In 21st century California, Royce’s intense focus on local community feels very new again—speaking deeply to our obsessions with health, inequality, equity, and politics in the places where we live.

Royce’s 1886 history, California: A Study Of American Character, described Californians as careless, hasty, and blind to their social duties, but also “cheerful, energetic, courageous and teachable.”

We were too individualistic, he argued, and failed to understand the ways in which communities shape us. “Individuals without community are without substance, while communities without individuals are blind,” he wrote.

And he was deeply critical of how the Americans settling California discriminated against foreign immigrants, warning: “You cannot build up a prosperous and peaceful community so long as you pass laws to oppress and torment a large resident class of the community.”

But Royce was most distressed by the American Californians’ treatment of the Californios and the Native Americans (including, in his account, everything from land theft to lynchings), thus producing a “disaster to them” and a “disgrace and degradation to ourselves.” This criticism of the American conquest of California—“one of the least credible affairs in the highly discreditable Mexican War”—cost him friendships. But he published his book anyway, as a warning against America’s imperialist tendencies.

Around the time when American historians were discussing Manifest Destiny and the closing of the frontier, Royce was having none of it. “The American as conqueror … wants to persuade not only the world but himself that he is doing God service in a peaceable spirit, even when he violently takes what he has determined to get,” Royce wrote, adding his hope that “when our nation is another time about to serve the devil, it will do so with more frankness, and will deceive itself less by half-conscious cant.”

When California did advance, he wrote, it was because people worked together to build genuine communities. His philosophy was one of “loyalty” to community first—“My life means nothing, either theoretically or practically, unless I am a member of a community,” he wrote. He also said: “I never felt a feeling that I knew or could know to be unlike the feelings of other people. I never consciously thought, except after patterns that the world or my fellows set for me.”

In 21st century California, Royce’s intense focus on local community feels very new again—speaking deeply to our obsessions with health, inequality, equity, and politics in the places where we live.

And he criticized the heroic individualism he saw championed by the likes of Walt Whitman and Ralph Waldo Emerson, and ultimately developed a metaphysics that conceived of reality as infinite community of minds.
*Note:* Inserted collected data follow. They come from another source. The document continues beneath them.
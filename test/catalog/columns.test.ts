import { describe, expect, it } from 'vitest';
import { readCatalog } from '../../src/core/catalog/read';
import { resolveColumns, normaliseColumnName } from '../../src/core/catalog/columns';
import { detectFormat } from '../../src/core/catalog/detect';
import { InputError } from '../../src/core/result';

describe('column mapping', () => {
  it('finds common aliases, case-insensitively and ignoring punctuation', () => {
    const r = readCatalog('Source_ID;RAJ2000;DEJ2000;i_mag;g-i;Weight;kind;field\nx1;10.5;-20.25;21.5;0.9;2;alignment;A\n', 'c.csv');
    expect(r.mapping).toEqual({ id: 'Source_ID', ra: 'RAJ2000', dec: 'DEJ2000', mag: 'i_mag', color: 'g-i', priority: 'Weight', role: 'kind' });
    expect(r.targets[0]).toMatchObject({ id: 'x1', raDeg: 10.5, decDeg: -20.25, mag: 21.5, color: 0.9, priority: 2, role: 'alignment', extra: { field: 'A' } });
    expect(normaliseColumnName('RA_ICRS')).toBe('raicrs');
  });

  it('prefers the contract name over an alias and keeps the other as an extra column', () => {
    const r = readCatalog('id,RAJ2000,ra,dec,mag\na,1,2,3,4\n', 'c.csv');
    expect(r.mapping.ra).toBe('ra');
    expect(r.targets[0].raDeg).toBe(2);
    expect(r.targets[0].extra).toEqual({ RAJ2000: '1' });
  });

  it('follows an explicit mapping (plan key catalogColumns) and RA in hours from the mapping', () => {
    const r = readCatalog('name,alpha_h,delta_d,bright\np,12.5,-30,20\n', 'c.csv', { id: 'name', ra: 'alpha_h', dec: 'delta_d', mag: 'bright', raUnit: 'hour' });
    expect(r.targets[0]).toMatchObject({ id: 'p', raDeg: 187.5, decDeg: -30, mag: 20 });
  });

  it('says which required column is missing and which columns there are', () => {
    try {
      readCatalog('id,ra,declination_x,mag\na,1,2,3\n', 'c.csv');
      expect.unreachable();
    } catch (e) {
      expect(e).toBeInstanceOf(InputError);
      expect((e as Error).message).toMatch(/^c\.csv: no column for "dec" \(looked for dec, dej2000.*\); the columns are: id, ra, declination_x, mag \(rename the column to "dec" or set catalogColumns\.dec/);
    }
    expect(() => readCatalog('id,ra,dec,mag\na,1,2,3\n', 'c.csv', { mag: 'imag' })).toThrow('c.csv: catalogColumns.mag: names the column "imag", which the catalog does not have (use one of: id, ra, dec, mag)');
  });

  it('rejects a unit that is not an angle for RA/Dec', () => {
    expect(() => resolveColumns([{ name: 'id' }, { name: 'ra', unit: 'm' }, { name: 'dec' }, { name: 'mag' }], {}, 'x')).toThrow(/column ra: has the unit "m", which is not an angle/);
  });
});

describe('positions in degrees, hours, radians and sexagesimal text', () => {
  const read = (ra: string, dec: string, units?: { ra?: string; dec?: string }) => {
    const cols = [{ name: 'id' }, { name: 'ra', unit: units?.ra }, { name: 'dec', unit: units?.dec }, { name: 'mag' }];
    const table = {
      format: 'csv' as const,
      columns: cols,
      structuralRejects: [],
      forEachRow: (v: (c: (string | number | null)[], l: number) => void) => v(['a', ra, dec, '20'], 2),
    };
    return import('../../src/core/catalog/validate').then((m) => m.validateTable(table, 't'));
  };

  it('converts every form to ICRS degrees', async () => {
    // 12h30m00s = 187.5 deg exactly; -05 06 07.8 = -(5 + 6/60 + 7.8/3600) deg.
    expect((await read('12:30:00', '-05 06 07.8')).targets[0]).toMatchObject({ raDeg: 187.5, decDeg: -(5 + 6 / 60 + 7.8 / 3600) });
    expect((await read('12h30m00s', '-00:30:00')).targets[0]).toMatchObject({ raDeg: 187.5, decDeg: -0.5 });
    expect((await read('12.5', '-30', { ra: 'h' })).targets[0].raDeg).toBe(187.5);
    expect((await read('12.5', '-30', { ra: 'hourangle' })).targets[0].raDeg).toBe(187.5);
    expect((await read(String(Math.PI), String(-Math.PI / 4), { ra: 'rad', dec: 'rad' })).targets[0]).toMatchObject({ raDeg: 180, decDeg: -45 });
    expect((await read('3600', '-7200', { ra: 'arcsec', dec: 'arcsec' })).targets[0]).toMatchObject({ raDeg: 1, decDeg: -2 });
    expect((await read('187d30m00s', '+10d00m00s')).targets[0]).toMatchObject({ raDeg: 187.5, decDeg: 10 });
  });

  it('rejects positions out of range with the reason', async () => {
    expect((await read('24.5', '0', { ra: 'h' })).rejects[0]).toEqual({ line: 2, column: 'ra', reason: 'RA 24.5 h is outside [0, 24) h' });
    expect((await read('-1', '0')).rejects[0].reason).toMatch(/outside \[0, 360\)/);
    expect((await read('10', '-90.0001')).rejects[0]).toEqual({ line: 2, column: 'dec', reason: 'Dec -90.0001 is outside [-90, 90] deg' });
    expect((await read('12:75:00', '0')).rejects[0].column).toBe('ra');
  });
});

describe('roles and priorities', () => {
  it('rejects an unknown role and a non-positive priority, accepts empty ones', () => {
    const r = readCatalog('id,ra,dec,mag,priority,role\na,1,2,20,,\nb,1,2,20,0,tracer\nc,1,2,20,1,star\nd,1,2,20,2,ALIGNMENT\ne,1,2,20,-1,constructor\n', 'c.csv');
    expect(r.targets.map((t) => [t.id, t.priority, t.role])).toEqual([
      ['a', null, 'tracer'],
      ['d', 2, 'alignment'],
    ]);
    expect(r.rejects).toEqual([
      { line: 3, column: 'priority', reason: 'non-positive priority 0; a priority is a positive weight (leave it empty for the default)' },
      { line: 4, column: 'role', reason: 'unknown role "star"; use tracer or alignment (empty means tracer)' },
      { line: 6, column: 'priority', reason: 'non-positive priority -1; a priority is a positive weight (leave it empty for the default)' },
      { line: 6, column: 'role', reason: 'unknown role "constructor"; use tracer or alignment (empty means tracer)' },
    ]);
  });

  it('does not let a rejected row claim an id: a later good row with that id is used', () => {
    const r = readCatalog('id,ra,dec,mag\na,1,95,20\na,1,2,20\na,1,3,20\n', 'c.csv');
    expect(r.targets.map((t) => t.line)).toEqual([3]);
    expect(r.rejects.map((x) => [x.line, x.reason])).toEqual([
      [2, 'Dec 95 is outside [-90, 90] deg'],
      [4, 'duplicate id "a", first used on line 3'],
    ]);
  });
});

describe('format detection from content', () => {
  it('tells CSV, TSV, ECSV, VOTable and FITS apart without a file name', () => {
    expect(detectFormat('id,ra,dec,mag\n')).toBe('csv');
    expect(detectFormat('id\tra\tdec\tmag\n')).toBe('tsv');
    expect(detectFormat('# a comment, with commas\nid\tra\tdec\tmag\n')).toBe('tsv');
    expect(detectFormat('\ufeff# %ECSV 1.0\n# ---\n')).toBe('ecsv');
    expect(detectFormat('<?xml version="1.0"?>\n<!-- x -->\n<VOTABLE version="1.4">')).toBe('votable');
    expect(detectFormat('<html><VOTABLE>')).toBe('csv');
    const fits = new TextEncoder().encode('SIMPLE  =                    T'.padEnd(2880, ' '));
    expect(detectFormat(fits)).toBe('fits');
  });

  it('reads a TSV catalog with quoted fields', () => {
    const r = readCatalog('id\tra\tdec\tmag\n"a\tb"\t1\t2\t20\n', 'c.tsv');
    expect(r.format).toBe('tsv');
    expect(r.targets[0].id).toBe('a\tb');
  });
});

describe('numbers in text cells', () => {
  it('reads plain decimals only; blanks and nan-like words are missing values', async () => {
    const { cellNumber } = await import('../../src/core/catalog/validate');
    const read = (t: string) => {
      const why = { reason: 'unset' as string | null };
      const v = cellNumber(t, why);
      return Number.isNaN(v) ? (why.reason === null ? 'missing' : 'bad') : v;
    };
    expect(['12', '-5.5', '1e5', '.5', '5.', ' 1', '1 ', '+3', '00', '0.0'].map(read)).toEqual([12, -5.5, 1e5, 0.5, 5, 1, 1, 3, 0, 0]);
    expect(Object.is(read('-0'), -0)).toBe(true);
    expect(['', '  ', 'nan', 'NaN', 'null', 'N/A', '--'].map(read)).toEqual(Array(7).fill('missing'));
    expect(['0x10', '0B1', '0o7', 'Infinity', '-Infinity', '1_0', '1,5', '+0x10', '-', '.', 'e5', 'abc'].map(read)).toEqual(Array(12).fill('bad'));
  });
});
Such a community may sound something like Facebook, but Royce warned specifically against exploiting social connections to pursue great fortunes.

“We are all but dust, save as this social order gives us life. When we think it our instrument, our plaything, and make our private fortunes the one object, then this social order rapidly becomes vile to us; we call it sordid, degraded, corrupt, unspiritual, and ask how we may escape from it forever,” he wrote. “But if we turn again and serve the social order, and not merely ourselves, we soon find that what we are serving is simply our own highest spiritual destiny in bodily form.”

Royce died in 1916, but he is not totally dead. UCLA’s Royce Hall is named for him. There is an international society of Royce scholars, and Grass Valley has hosted a play in his honor. Cal State Bakersfield philosophy professor Jacquelyn Ann K. Kegley still teaches Royce in her contemporary philosophy course, and says, “when students read him, they become very intrigued about his communal approach.”

And Royce’s early judgments of California and its people still influence the skeptical way in which we see each other—and the sense that we might better address our problems if we could somehow come together.

“A general sense of social irresponsibility is, even today, the average Californian’s easiest failing,” he wrote in 1886. “In short, the Californian has too often come to love mere fullness of life and lack reverence for the relations of life.”